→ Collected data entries
────

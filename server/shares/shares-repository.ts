// shared_exercises table access: the only place that knows its columns.
import type { Db } from '../lib/db'
import type { DrillPreset } from '../../src/contract/drills'
import type { ShareCreate, ShareLink } from '../../src/contract/shares'

interface ShareRow {
  token: string
  owner_id: string
  drill: string
  settings: Record<string, unknown>
  fingering: string | null
  title: string
  instrument_name: string
  tuning: number[]
  frets: number
  created_at: Date
  revoked_at: Date | null
  owner_name: string
}

/** A stored share with its owner's id (for the owner check) and display name. */
export type StoredShare = ShareLink & { ownerId: string }

const toShare = (row: ShareRow): StoredShare => ({
  token: row.token,
  ownerId: row.owner_id,
  preset: { drill: row.drill, settings: row.settings } as DrillPreset,
  fingering: row.fingering,
  title: row.title,
  instrument: { name: row.instrument_name, tuning: row.tuning.map(Number), frets: row.frets },
  sharedBy: row.owner_name,
  createdAt: row.created_at.toISOString(),
  revokedAt: row.revoked_at?.toISOString() ?? null,
})

const selectShares = (db: Db) =>
  db('shared_exercises as s')
    .join('users as u', 'u.id', 's.owner_id')
    .select<ShareRow[]>('s.*', 'u.name as owner_name')

export async function insertShare(
  db: Db,
  ownerId: string,
  token: string,
  share: ShareCreate,
): Promise<void> {
  await db('shared_exercises').insert({
    token,
    owner_id: ownerId,
    drill: share.preset.drill,
    settings: JSON.stringify(share.preset.settings),
    fingering: share.fingering,
    title: share.title,
    instrument_name: share.instrument.name,
    tuning: share.instrument.tuning,
    frets: share.instrument.frets,
  })
}

export async function findShare(db: Db, token: string): Promise<StoredShare | null> {
  const row = await selectShares(db).where('s.token', token).first()
  return row ? toShare(row) : null
}

/** The owner's links, newest first (revoked ones too, so the list says what happened). */
export async function listShares(db: Db, ownerId: string, limit: number): Promise<StoredShare[]> {
  const rows = await selectShares(db)
    .where('s.owner_id', ownerId)
    .orderBy('s.created_at', 'desc')
    .limit(limit)
  return rows.map(toShare)
}

export async function countOpenShares(db: Db, ownerId: string): Promise<number> {
  const row = await db('shared_exercises')
    .where({ owner_id: ownerId })
    .whereNull('revoked_at')
    .count<{ count: string }[]>('* as count')
    .first()
  return Number(row?.count ?? 0)
}

/** Marks the link revoked (once); false when it was already revoked. */
export async function revokeShare(db: Db, token: string): Promise<boolean> {
  const changed = await db('shared_exercises')
    .where({ token })
    .whereNull('revoked_at')
    .update({ revoked_at: db.fn.now() })
  return changed > 0
}
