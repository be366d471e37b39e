// Weakness parts, reasons and spaced-review cards of the focus (pure modules).
import { describe, expect, it } from 'vitest'
import { gradeOf, retrievability, reviewCard } from '../../server/focus/focus-cards'
import {
  errorRate,
  reasonFor,
  scoreCandidate,
  slowness,
  usualResponseMs,
  WEIGHTS,
} from '../../server/focus/focus-score'
import type { FocusCandidate, WeaknessParts } from '../../server/focus/focus-types'
import { rankKeys, rankRegions } from '../../server/focus/focus-keys'
import { scoreAll } from '../../server/focus/focus-selector'

const NOW = new Date('2026-03-10T18:00:00Z')
const DAY = 24 * 3600 * 1000
const daysAgo = (d: number) => new Date(NOW.getTime() - d * DAY)
const PARTS: WeaknessParts = { error: 0.1, slowness: 0, forgetting: 0, due: 0, exploration: 0.1 }

function place(over: Partial<FocusCandidate> = {}): FocusCandidate {
  return {
    string: 0,
    fret: 3,
    pitch: 31,
    attempts: 10,
    recentCorrect: Array(10).fill(true),
    recentMs: [1000],
    lastSeenAt: daysAgo(1),
    card: null,
    ...over,
  }
}

describe('weakness parts', () => {
  it('error rate: no answers count as an even chance; a miss weighs more the more recent it is', () => {
    expect(errorRate([])).toBe(0.5) // prior: half a miss out of one answer
    // Latest answer missed, weight 1: (0.5 + 1) / (1 + 1 + 0.8) = 1.5 / 2.8.
    expect(errorRate([true, false])).toBeCloseTo(1.5 / 2.8, 10)
    // Older answer missed, weight 0.8: (0.5 + 0.8) / 2.8.
    expect(errorRate([false, true])).toBeCloseTo(1.3 / 2.8, 10)
  })

  it('slowness: 0 at the usual time, 0.5 at one and a half times it, 1 at double or slower', () => {
    expect(slowness([1000], 1000)).toBe(0)
    expect(slowness([1400, 1600], 1000)).toBe(0.5) // median 1500
    expect(slowness([5000], 1000)).toBe(1)
    expect(slowness([], 1000)).toBe(0.3)
  })

  it("the usual time is the median of the places' median times, each place counted once", () => {
    // Place medians: 950 (900, 1000), 1200, 3000 (one slow place asked once); none for a place
    // without a right answer → median of 950, 1200, 3000 = 1200.
    const places = [
      place({ recentMs: [900, 1000] }),
      place({ recentMs: [1200, 1100, 1300] }),
      place({ recentMs: [3000] }),
      place({ recentMs: [] }),
    ]
    expect(usualResponseMs(places)).toBe(1200)
  })

  it('the weights sum to 1, so scores stay within 0..1', () => {
    expect(Object.values(WEIGHTS).reduce((a, b) => a + b, 0)).toBeCloseTo(1, 10)
    const worst = scoreCandidate(place({ attempts: 0, recentCorrect: [], recentMs: [] }), 1000, NOW)
    expect(worst.score).toBeGreaterThan(0)
    expect(worst.score).toBeLessThanOrEqual(1)
  })
})

describe('reasons a student sees', () => {
  const missedOn = (...days: number[]) => ({
    ...reviewCard(null, { correct: true, responseMs: 900, at: daysAgo(30) }, 1000),
    recentMisses: days.map(daysAgo),
  })

  it.each([
    ['a place never practised', 'not practised yet', place({ attempts: 0 }), PARTS],
    ['two misses this week', 'missed twice this week', place({ card: missedOn(2, 1) }), PARTS],
    ['one miss this week', 'missed once this week', place({ card: missedOn(3) }), PARTS],
    [
      'four misses this week',
      'missed 4 times this week',
      place({ card: missedOn(6, 4, 2, 1) }),
      PARTS,
    ],
    [
      'misses older than a week',
      'due for review',
      place({ card: missedOn(9, 8) }),
      { ...PARTS, due: 1 },
    ],
    ['slow answers', 'slower than your usual', place(), { ...PARTS, slowness: 0.6 }],
    ['not seen for ten days', 'not seen for 10 days', place({ lastSeenAt: daysAgo(10) }), PARTS],
    ['nothing special', 'a quick check to keep it fresh', place(), PARTS],
  ] as const)('%s → "%s"', (_label, reason, candidate, parts) => {
    expect(reasonFor(candidate, parts, NOW)).toBe(reason)
  })
})

describe('spaced-review cards (FSRS)', () => {
  it('grades a miss Again (1), a slow right answer Hard (2), a right answer Good (3)', () => {
    expect(gradeOf({ correct: false, responseMs: 800, at: NOW }, 1000)).toBe(1)
    expect(gradeOf({ correct: true, responseMs: 1600, at: NOW }, 1000)).toBe(2)
    expect(gradeOf({ correct: true, responseMs: 1400, at: NOW }, 1000)).toBe(3)
    expect(gradeOf({ correct: true, responseMs: 9000, at: NOW }, null)).toBe(3)
  })

  it('schedules a missed place sooner than a remembered one, and remembers when it was missed', () => {
    const known = reviewCard(
      reviewCard(null, { correct: true, responseMs: 900, at: daysAgo(3) }, 1000),
      { correct: true, responseMs: 900, at: daysAgo(1) },
      1000,
    )
    const missed = reviewCard(known, { correct: false, responseMs: 3000, at: NOW }, 1000)
    const kept = reviewCard(known, { correct: true, responseMs: 900, at: NOW }, 1000)
    expect(missed.due.getTime()).toBeLessThan(kept.due.getTime())
    expect(missed.lapses).toBe(known.lapses + (known.state === 2 ? 1 : 0))
    expect(missed.recentMisses).toEqual([NOW])
    expect(kept.recentMisses).toEqual([])
  })

  it('forgets over time: retrievability falls as days pass, and is 0 for a place never reviewed', () => {
    const card = reviewCard(null, { correct: true, responseMs: 900, at: daysAgo(10) }, 1000)
    expect(retrievability(card, daysAgo(9))).toBeGreaterThan(retrievability(card, NOW))
    expect(retrievability(null, NOW)).toBe(0)
  })

  it('an answer older than the last review is scheduled at the last review, not in the past', () => {
    const card = reviewCard(null, { correct: true, responseMs: 900, at: NOW }, 1000)
    const late = reviewCard(card, { correct: true, responseMs: 900, at: daysAgo(2) }, 1000)
    expect(late.lastReview!.getTime()).toBeGreaterThanOrEqual(NOW.getTime())
  })
})

describe('keys and regions', () => {
  // Every place on the A string of a bass (A1 = 33) up to fret 12; the F# places are weak.
  const board = Array.from({ length: 13 }, (_, fret) => {
    const pitch = 33 + fret
    const weak = pitch % 12 === 6
    return place({
      fret,
      string: 1,
      pitch,
      recentCorrect: weak ? [false, false, true] : Array(10).fill(true),
      lastSeenAt: daysAgo(0.5),
    })
  })

  it('ranks the major keys that contain F# (G D A E B F# and Db) above those without it', () => {
    const keys = rankKeys(scoreAll(board, NOW), 'major')
    expect(keys).toHaveLength(12)
    // Circle of fifths (Schmidt-Jones, OpenStax m10865): the major keys with an F# (or Gb) are
    // G, D, A, E, B, F#/Gb and Db/C# — seven keys. Spelled with the fewest accidentals: Db (5 flats)
    // not C# (7 sharps); F# and Gb tie at 6, and the first in the tonic list (F#) is kept.
    const withFSharp = keys
      .slice(0, 7)
      .map((k) => k.tonic)
      .sort()
    expect(withFSharp).toEqual(['A', 'B', 'D', 'Db', 'E', 'F#', 'G'])
    expect(keys[0]!.reason).toMatch(/weak spots? (is|are) in this key/)
    expect(keys[11]!.reason).toBe('a balanced review: no weak spots in this key')
  })

  it('calls keys and regions of a board never practised "not practised yet", not weak spots', () => {
    const fresh = board.map((p) => ({
      ...p,
      attempts: 0,
      recentCorrect: [],
      recentMs: [],
      lastSeenAt: null,
    }))
    const keys = rankKeys(scoreAll(fresh, NOW), 'major')
    expect(new Set(keys.map((k) => k.reason))).toEqual(new Set(['not practised yet in this key']))
    const regions = rankRegions(scoreAll(fresh, NOW), 0, 12)
    expect(regions.every((r) => r.reason === 'not practised yet in these frets')).toBe(true)
  })

  it('counts only answered places as weak spots', () => {
    // F# (fret 9) weak; every other place never answered: one weak spot in a key with F#.
    const mixed = board.map((p) =>
      p.fret === 9 ? p : { ...p, attempts: 0, recentCorrect: [], recentMs: [] },
    )
    const keys = rankKeys(scoreAll(mixed, NOW), 'major')
    expect(keys.find((k) => k.tonic === 'G')!.reason).toBe('one of your weak spots is in this key')
    expect(keys.find((k) => k.tonic === 'C')!.reason).toBe('not practised yet in this key')
  })

  it('ranks 5-fret hand regions holding the weak frets first', () => {
    // F# on the A string sits at frets 9 (F#2); regions 5–9 … 9–13 hold it.
    const regions = rankRegions(scoreAll(board, NOW), 0, 12)
    expect(regions[0]!.lowFret).toBeGreaterThanOrEqual(5)
    expect(regions[0]!.lowFret).toBeLessThanOrEqual(9)
    expect(regions[0]!.highFret - regions[0]!.lowFret).toBe(4)
  })
})
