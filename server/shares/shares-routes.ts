// /api/shares: make, list and revoke links to exercises (signed in); read one by its token (anyone).
import { Router } from 'express'
import { requireAuth } from '../auth/auth-middleware'
import type { AppContext } from '../context'
import { parse } from '../lib/validate'
import { ShareCreateSchema } from '../../src/contract/shares'
import { ShareParamsSchema } from './shares-schema'
import { createShare, listMyShares, readShare, revokeMyShare } from './shares-service'

export function shareRoutes(ctx: AppContext): Router {
  const router = Router()
  const signedIn = requireAuth(ctx)

  router.post('/', signedIn, async (req, res) => {
    const body = parse(ShareCreateSchema, req)
    res.status(201).json({ share: await createShare(ctx, req.user!, body) })
  })

  router.get('/', signedIn, async (req, res) => {
    res.json({ shares: await listMyShares(ctx, req.user!) })
  })

  // No account needed: the token is the permission. Never cached, so a revoke takes effect at once.
  router.get('/:token', async (req, res) => {
    const { token } = parse(ShareParamsSchema, req, 'params')
    res.set('Cache-Control', 'no-store').json({ share: await readShare(ctx, token) })
  })

  router.delete('/:token', signedIn, async (req, res) => {
    const { token } = parse(ShareParamsSchema, req, 'params')
    await revokeMyShare(ctx, req.user!, token)
    res.status(204).end()
  })
  return router
}
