// The focus selector (pure): prefers weak places, never starves any place, draws in rounds.
import { describe, expect, it } from 'vitest'
import { createRandom } from '../../src/theory'
import { reviewCard } from '../../server/focus/focus-cards'
import { selectFocus } from '../../server/focus/focus-selector'
import type { FocusCandidate } from '../../server/focus/focus-types'

const DAY = 24 * 3600 * 1000
const NOW = new Date('2026-03-10T18:00:00Z')
const BASS = [28, 33, 38, 43]

function blank(string: number, fret: number): FocusCandidate {
  return {
    string,
    fret,
    pitch: (BASS[string] ?? 0) + fret,
    attempts: 0,
    recentCorrect: [],
    recentMs: [],
    lastSeenAt: null,
    card: null,
  }
}

/** Applies answers to a candidate as the server does (rollup window and card). */
function answered(
  c: FocusCandidate,
  answers: { correct: boolean; ms: number; at: Date }[],
  usualMs = 1000,
): FocusCandidate {
  let next = { ...c }
  for (const a of answers) {
    next = {
      ...next,
      attempts: next.attempts + 1,
      recentCorrect: [...next.recentCorrect, a.correct].slice(-50),
      recentMs: a.correct ? [...next.recentMs, a.ms].slice(-50) : next.recentMs,
      lastSeenAt: a.at,
      card: reviewCard(next.card, { correct: a.correct, responseMs: a.ms, at: a.at }, usualMs),
    }
  }
  return next
}

/** A 4 × 13 board practised daily for ten days, every answer right in about a second… */
function practisedBoard(): FocusCandidate[] {
  const board: FocusCandidate[] = []
  for (let string = 0; string < 4; string++) {
    for (let fret = 0; fret <= 12; fret++) {
      const days = Array.from({ length: 10 }, (_, d) => ({
        correct: true,
        ms: 950 + ((string * 13 + fret) % 7) * 20,
        at: new Date(NOW.getTime() - (10 - d) * DAY),
      }))
      board.push(answered(blank(string, fret), days))
    }
  }
  return board
}

/** …except the planted weak place, string 1 fret 5, missed on three of its last four days. */
function withPlantedWeakPlace(board: FocusCandidate[]) {
  const index = board.findIndex((c) => c.string === 1 && c.fret === 5)
  const misses = [3, 2, 1].map((d) => ({
    correct: false,
    ms: 3000,
    at: new Date(NOW.getTime() - d * DAY),
  }))
  board[index] = answered(board[index]!, [
    ...misses,
    { correct: true, ms: 2400, at: new Date(NOW.getTime() - 0.5 * DAY) },
  ])
  return board
}

describe('selectFocus', () => {
  it('prefers a planted weak place: over 200 seeded draws of 5 it is almost always chosen, others rarely', () => {
    const board = withPlantedWeakPlace(practisedBoard())
    const chosen = new Map<string, number>()
    for (let seed = 1; seed <= 200; seed++) {
      for (const p of selectFocus(board, { n: 5, now: NOW, random: createRandom(seed) })) {
        chosen.set(`${p.string}:${p.fret}`, (chosen.get(`${p.string}:${p.fret}`) ?? 0) + 1)
      }
    }
    const weakRate = (chosen.get('1:5') ?? 0) / 200
    const otherRates = [...chosen.entries()].filter(([k]) => k !== '1:5').map(([, n]) => n / 200)
    // Uniform choice would pick any one place in 5/52 ≈ 10 % of the draws.
    expect(weakRate).toBeGreaterThanOrEqual(0.95)
    expect(Math.max(...otherRates)).toBeLessThan(0.5)
  })

  it('gives the weak place the highest score and says why', () => {
    const board = withPlantedWeakPlace(practisedBoard())
    const [first] = selectFocus(board, {
      n: 52,
      now: NOW,
      random: createRandom(3),
      temperature: 1e-6,
    })
    expect(first).toMatchObject({ string: 1, fret: 5, reason: 'missed 3 times this week' })
  })

  it('never starves a place: over 300 sessions every place is asked, none waits more than 100 sessions', () => {
    let board = Array.from({ length: 52 }, (_, i) => blank(Math.floor(i / 13), i % 13))
    const random = createRandom(11)
    const lastAsked = new Map<string, number>()
    let longestWait = 0
    let now = Date.parse('2026-01-01T09:00:00Z')
    for (let session = 0; session < 300; session++) {
      for (const pick of selectFocus(board, { n: 10, now: new Date(now), random })) {
        const key = `${pick.string}:${pick.fret}`
        longestWait = Math.max(longestWait, session - (lastAsked.get(key) ?? -1))
        lastAsked.set(key, session)
        // Place 1:5 is always missed; every other place is always right.
        const correct = key !== '1:5'
        board = board.map((c) =>
          c.string === pick.string && c.fret === pick.fret
            ? answered(c, [{ correct, ms: correct ? 1000 : 3000, at: new Date(now) }])
            : c,
        )
        now += 8000
      }
      now += 6 * 3600 * 1000
    }
    for (const session of lastAsked.values()) longestWait = Math.max(longestWait, 300 - session)
    expect(lastAsked.size).toBe(52)
    expect(longestWait).toBeLessThanOrEqual(100)
  })

  it('draws every place once before repeating any, and never the same place twice in a row', () => {
    const region = [blank(0, 1), blank(0, 2), blank(1, 1), blank(1, 2)]
    const picks = selectFocus(region, { n: 10, now: NOW, random: createRandom(5) })
    const keys = picks.map((p) => `${p.string}:${p.fret}`)
    expect(new Set(keys.slice(0, 4)).size).toBe(4)
    expect(new Set(keys.slice(4, 8)).size).toBe(4)
    expect(keys.every((k, i) => i === 0 || k !== keys[i - 1])).toBe(true)
  })

  it('is reproducible: the same seed gives the same questions', () => {
    const board = practisedBoard()
    const draw = () => selectFocus(board, { n: 12, now: NOW, random: createRandom(42) })
    expect(draw()).toEqual(draw())
  })

  it('asks unpractised places first on a half-practised board, saying so', () => {
    const board = practisedBoard().map((c) => (c.string === 3 ? blank(3, c.fret) : c))
    const picks = selectFocus(board, { n: 13, now: NOW, random: createRandom(9) })
    expect(picks.every((p) => p.string === 3 && p.reason === 'not practised yet')).toBe(true)
  })

  it('returns nothing for an empty region', () => {
    expect(selectFocus([], { n: 5, now: NOW, random: createRandom(1) })).toEqual([])
  })
})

────

→ Work order
With the line holding "places are weak." as the first and the line holding "Db (5 flats)" as the last, set down that range of the entries above exactly, and nothing else.

→ Exercise solution
  // Every place on the A string of a bass (A1 = 33) up to fret 12; the F# places are weak.
  const board = Array.from({ length: 13 }, (_, fret) => {
    const pitch = 33 + fret
    const weak = pitch % 12 === 6
    return place({
      fret,
      string: 1,
      pitch,
      recentCorrect: weak ? [false, false, true] : Array(10).fill(true),
      lastSeenAt: daysAgo(0.5),
    })
  })

  it('ranks the major keys that contain F# (G D A E B F# and Db) above those without it', () => {
    const keys = rankKeys(scoreAll(board, NOW), 'major')
    expect(keys).toHaveLength(12)
    // Circle of fifths (Schmidt-Jones, OpenStax m10865): the major keys with an F# (or Gb) are
    // G, D, A, E, B, F#/Gb and Db/C# — seven keys. Spelled with the fewest accidentals: Db (5 flats)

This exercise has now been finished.